# EXERCISE BRIEF
Find how many lines of the entries contain the word "problems", then report that figure alone.

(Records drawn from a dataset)
== Segment start ==

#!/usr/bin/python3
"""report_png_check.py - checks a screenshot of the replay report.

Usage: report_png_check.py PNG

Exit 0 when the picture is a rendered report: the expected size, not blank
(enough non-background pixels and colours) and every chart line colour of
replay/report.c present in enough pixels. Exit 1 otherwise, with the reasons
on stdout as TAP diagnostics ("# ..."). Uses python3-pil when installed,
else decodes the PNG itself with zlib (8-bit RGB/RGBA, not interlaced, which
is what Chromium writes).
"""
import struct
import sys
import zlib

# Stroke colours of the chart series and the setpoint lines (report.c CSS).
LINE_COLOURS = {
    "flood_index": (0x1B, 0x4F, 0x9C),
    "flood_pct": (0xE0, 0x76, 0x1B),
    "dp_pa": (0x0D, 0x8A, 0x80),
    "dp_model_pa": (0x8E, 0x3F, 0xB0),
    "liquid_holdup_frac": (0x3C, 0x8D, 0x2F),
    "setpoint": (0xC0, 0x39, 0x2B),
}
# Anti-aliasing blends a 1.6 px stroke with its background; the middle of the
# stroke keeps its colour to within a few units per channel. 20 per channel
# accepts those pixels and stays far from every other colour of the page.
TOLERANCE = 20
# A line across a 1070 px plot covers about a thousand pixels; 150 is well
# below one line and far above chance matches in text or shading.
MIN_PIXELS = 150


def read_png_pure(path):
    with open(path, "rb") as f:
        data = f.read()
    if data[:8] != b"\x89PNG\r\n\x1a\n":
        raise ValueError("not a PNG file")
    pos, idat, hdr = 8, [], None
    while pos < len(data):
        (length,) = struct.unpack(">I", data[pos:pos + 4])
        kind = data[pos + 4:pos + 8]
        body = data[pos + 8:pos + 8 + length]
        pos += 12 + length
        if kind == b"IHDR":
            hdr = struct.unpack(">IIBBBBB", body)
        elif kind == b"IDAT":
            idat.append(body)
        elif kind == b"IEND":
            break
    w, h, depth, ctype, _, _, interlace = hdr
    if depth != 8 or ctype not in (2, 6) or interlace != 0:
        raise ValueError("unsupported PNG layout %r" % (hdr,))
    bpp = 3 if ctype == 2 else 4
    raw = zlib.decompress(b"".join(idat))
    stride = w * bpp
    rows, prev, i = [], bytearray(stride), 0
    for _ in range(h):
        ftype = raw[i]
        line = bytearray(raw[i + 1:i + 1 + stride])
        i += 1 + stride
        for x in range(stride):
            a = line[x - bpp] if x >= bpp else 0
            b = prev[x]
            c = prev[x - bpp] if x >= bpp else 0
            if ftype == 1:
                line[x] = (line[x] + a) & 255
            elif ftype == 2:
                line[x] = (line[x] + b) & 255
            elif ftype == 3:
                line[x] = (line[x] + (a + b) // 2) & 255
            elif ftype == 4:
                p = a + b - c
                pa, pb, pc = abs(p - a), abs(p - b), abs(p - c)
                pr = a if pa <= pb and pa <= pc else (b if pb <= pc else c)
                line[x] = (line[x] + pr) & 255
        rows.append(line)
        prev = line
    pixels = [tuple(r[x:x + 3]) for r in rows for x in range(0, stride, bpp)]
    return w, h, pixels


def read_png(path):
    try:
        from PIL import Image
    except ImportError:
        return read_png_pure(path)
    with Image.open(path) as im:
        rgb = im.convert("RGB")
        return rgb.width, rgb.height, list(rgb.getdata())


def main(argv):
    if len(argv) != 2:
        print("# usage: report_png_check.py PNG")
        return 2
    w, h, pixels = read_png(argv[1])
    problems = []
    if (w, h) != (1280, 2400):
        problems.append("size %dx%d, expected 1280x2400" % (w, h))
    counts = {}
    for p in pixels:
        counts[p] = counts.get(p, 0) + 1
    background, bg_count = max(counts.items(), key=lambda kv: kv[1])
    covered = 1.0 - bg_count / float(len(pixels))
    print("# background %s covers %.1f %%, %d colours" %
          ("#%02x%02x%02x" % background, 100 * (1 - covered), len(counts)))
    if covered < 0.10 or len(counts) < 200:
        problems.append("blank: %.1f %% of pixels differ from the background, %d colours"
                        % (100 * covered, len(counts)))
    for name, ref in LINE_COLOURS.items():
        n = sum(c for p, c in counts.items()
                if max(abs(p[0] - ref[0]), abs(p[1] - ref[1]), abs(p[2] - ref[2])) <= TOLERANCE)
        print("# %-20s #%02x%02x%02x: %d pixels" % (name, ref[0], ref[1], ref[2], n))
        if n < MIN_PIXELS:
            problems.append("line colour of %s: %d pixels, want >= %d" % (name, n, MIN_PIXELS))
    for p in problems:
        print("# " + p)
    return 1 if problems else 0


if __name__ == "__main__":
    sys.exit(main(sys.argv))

== Segment end ==

# RESPONSE AREA
6